§ **Work order**:
A single number is wanted: how many lines of the records below contain the word "maxCelsius".

= Beginning of Section =

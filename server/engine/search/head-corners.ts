import { periodWith, type PreparedSingle } from '../prepared-single.ts';
import { insulationSiemens } from './aim.ts';
import { keptWith } from './kept-with.ts';
import { cornerReducer, type Head, type HeadCorner } from './heads.ts';
import { limits } from './rules.ts';
import type { SearchBrief, StockedCapacitor } from './shelf.ts';

export type Corner = 'slow' | 'fast';

const referenceCelsius = 25;

/** A resistor's factor at a temperature, by its signed coefficient; 1 at 25 °C. */
export function drift(coefficientPerKelvin: number, celsius: number): number {
  return 1 + coefficientPerKelvin * (celsius - referenceCelsius);
}

/** ln of `drift` by its series, which is within 1e-9 of it up to 1000 ppm/K over 100 K and quicker. */
export function logDrift(coefficientPerKelvin: number, celsius: number): number {
  const x = coefficientPerKelvin * (celsius - referenceCelsius);
  return x * (1 - x * (1 / 2 - x * (1 / 3 - x * (1 / 4 - x * (1 / 5 - x * (1 / 6 - x / 7))))));
}

/**
 * The temperatures at which the rate can be extreme: both ends of the ambient range, and 25 °C when
 * it lies between, where drifts that cancel have their turning point.
 */
export function extremeCelsius({ minCelsius, maxCelsius }: SearchBrief): number[] {
  const middle = Math.min(maxCelsius, Math.max(minCelsius, referenceCelsius));
  return [...new Set([minCelsius, middle, maxCelsius])];
}

/** The ends of the supply, once where it has but one. */
export function supplyEnds({ minSupplyVolts, maxSupplyVolts }: SearchBrief): number[] {
  return [...new Set([minSupplyVolts, maxSupplyVolts])];
}

/** What moves a part's value. */
export interface Spreading {
  tolerance: number;
  temperatureCoefficientPerKelvin: number;
}

/**
 * Value of a stocked part at a corner: its tolerance holds at 25 °C, and it drifts from there. With
 * `sign` 0 the middle of its tolerance.
 */
export function atCorner(
  value: number,
  { tolerance, temperatureCoefficientPerKelvin }: Spreading,
  sign: number,
  celsius: number,
): number {
  return value * (1 + sign * tolerance) * drift(temperatureCoefficientPerKelvin, celsius);
}

/**
 * Capacitance in farads at a corner and a temperature: tolerance, drift, what the dielectric may
 * change beyond it, and at the slow corner up to 5 pF of stray capacitance.
 */
export function capacitanceAt(part: StockedCapacitor, corner: Corner, celsius: number): number {
  const sign = corner === 'slow' ? 1 : -1;
  const own = atCorner(part.farads, part, sign, celsius) * (1 + sign * part.temperatureSpread);
  return corner === 'slow' ? own + limits.strayFarads : own;
}

/**
 * All corners of a head that do not depend on timing resistor and capacitor, reduced once: by corner,
 * then by temperature as in `extremeCelsius`.
 */
export interface HeadCorners {
  celsius: readonly number[];
  slow: readonly (readonly PreparedSingle[])[];
  fast: readonly (readonly PreparedSingle[])[];
}

/**
 * The corners of a head: supply from empty to fresh, output resistance from half to twice the
 * typical, delay from half the typical to the maximum, bias and offset from none to the maximum with
 * either sign, LED voltage. The rate is monotone in R1–R3 (model section 6), so those stand at one
 * corner each: fastest at R1−, R2−, R3+; but see `thresholdSigns`. It is not monotone in offset and
 * bias, so each corner holds the undisturbed middle and all four signs (model section 8.5). Kept with
 * the head.
 */
export const headCorners = keptWith((head: Head, brief: SearchBrief): HeadCorners => {
  const combinations = comparatorCorners(head, brief);
  return reduceCorners(head, brief, thresholdSigns(head), () => combinations);
});

/**
 * Some of a head's corners, for bounds from below: slow with offset and bias pulling one way and much
 * output resistance, fast undisturbed with little, at both ends of the supply. Kept with the head.
 */
export const fewCorners = keptWith((head: Head, brief: SearchBrief): HeadCorners => {
  const all = comparatorCorners(head, brief);
  const slow = all.filter(
    ({ outputFactor, offsetVolts, biasAmps }) => outputFactor === 2 && offsetVolts! * biasAmps! > 0,
  );
  const fast = all.filter(
    ({ outputFactor, offsetVolts }) => outputFactor === 0.5 && offsetVolts === 0,
  );
  return reduceCorners(head, brief, [usualSigns], (corner) => {
    const chosen = corner === 'slow' ? slow : fast;
    return chosen.length === 0 ? all : chosen;
  });
});

/** Reduces a head at its corners, each stand of R1–R3 with each of the comparator's corners. */
function reduceCorners(
  head: Head,
  brief: SearchBrief,
  stands: readonly Signs[],
  combinations: (corner: Corner) => readonly HeadCorner[],
): HeadCorners {
  const celsius = extremeCelsius(brief);
  const reduce = cornerReducer(head, brief);
  const at = (corner: Corner) =>
    celsius.map((each) =>
      stands.flatMap((signs) => {
        const passive = passiveCorner(head, corner, each, signs);
        return combinations(corner).map((one) => reduce(Object.assign(passive, one)));
      }),
    );
  return { celsius, slow: at('slow'), fast: at('fast') };
}

const disturbances = [
  [0, 0],
  [1, 1],
  [1, -1],
  [-1, 1],
  [-1, -1],
] as const;

type Signs = readonly [number, number, number];

/** Which way R1–R3 stand in the slowest kit where the thresholds are well away from the rails. */
const usualSigns: Signs = [1, 1, -1];
/** Bias above which a megohm or more of R4 takes equal thresholds near to where they cannot be reached. */
const muchBiasAmps = 3e-8;

/**
 * Which ways R1–R3 may stand in the slowest kit (the other way round in the fastest), the usual first.
 * Where bias, leakage, offset or the output's own level leave little room between a threshold and where
 * the capacitor settles, the time to get there outweighs all else, so that less R1 or less R2 slows.
 */
function thresholdSigns({ thresholds: { r1, r2, r3 }, comparator }: Head): readonly Signs[] {
  const isEqual = r1.id === r2.id && r2.id === r3.id;
  const hasRoom = isEqual && Math.abs(comparator.maxInputBiasAmps) < muchBiasAmps;
  return hasRoom ? [usualSigns] : [usualSigns, [-1, 1, -1], [1, -1, -1]];
}

/** What a corner sets apart from offset, bias, supply, output and LED; `signs` as in the slowest kit. */
export function passiveCorner(
  head: Head,
  corner: Corner,
  celsius: number,
  signs: Signs = usualSigns,
): HeadCorner {
  const { comparator: part, thresholds } = head;
  const { r1, r2, r3 } = thresholds;
  const sign = corner === 'slow' ? 1 : -1;
  const slow = corner === 'slow';
  return {
    r1Ohms: atCorner(r1.ohms, r1, sign * signs[0], celsius),
    r2Ohms: atCorner(r2.ohms, r2, sign * signs[1], celsius),
    r3Ohms: atCorner(r3.ohms, r3, sign * signs[2], celsius),
    delayLowHighSeconds: slow ? part.maxDelaySeconds : part.delayLowHighSeconds / 2,
    delayHighLowSeconds: slow ? part.maxDelaySeconds : part.delayHighLowSeconds / 2,
  };
}

/** Every combination of the figures that are not monotone or that pull both ways. */
export function comparatorCorners(head: Head, brief: SearchBrief): HeadCorner[] {
  const { maxOffsetVolts, maxInputBiasAmps } = head.comparator;
  const lit = brief.load !== null && !head.buffered ? brief.load : null;
  const forward = lit ? [...new Set([lit.minForwardVolts, lit.maxForwardVolts])] : [undefined];
  return supplyEnds(brief).flatMap((supplyVolts) =>
    forward.flatMap((forwardVolts) =>
      [0.5, 2].flatMap((outputFactor) =>
        disturbances.map(([offset, bias]): HeadCorner => ({
          supplyVolts,
          outputFactor,
          offsetVolts: offset * maxOffsetVolts,
          biasAmps: bias * maxInputBiasAmps,
          ...(forwardVolts === undefined ? {} : { forwardVolts }),
        })),
      ),
    ),
  );
}

/**
 * Slowest or fastest rate in hertz over the corners of a head at the temperature of place `t`, with
 * timing resistance and capacitance as they are there. 0 at the slow end when a corner does not
 * oscillate.
 */
export function extremeRate(
  corners: HeadCorners,
  corner: Corner,
  t: number,
  timingOhms: number,
  farads: number,
  capacitor: StockedCapacitor,
): number {
  const leakage = insulationSiemens(capacitor);
  let extreme = corner === 'slow' ? Number.POSITIVE_INFINITY : 0;
  for (const prepared of corners[corner][t]!) {
    const period = periodWith(prepared, timingOhms, farads, leakage, capacitor.leakageAmps);
    const hertz = period > 0 ? 1 / period : 0;
    extreme = corner === 'slow' ? Math.min(extreme, hertz) : Math.max(extreme, hertz);
  }
  return extreme;
}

= End of Section =

§ **Written answer**:
3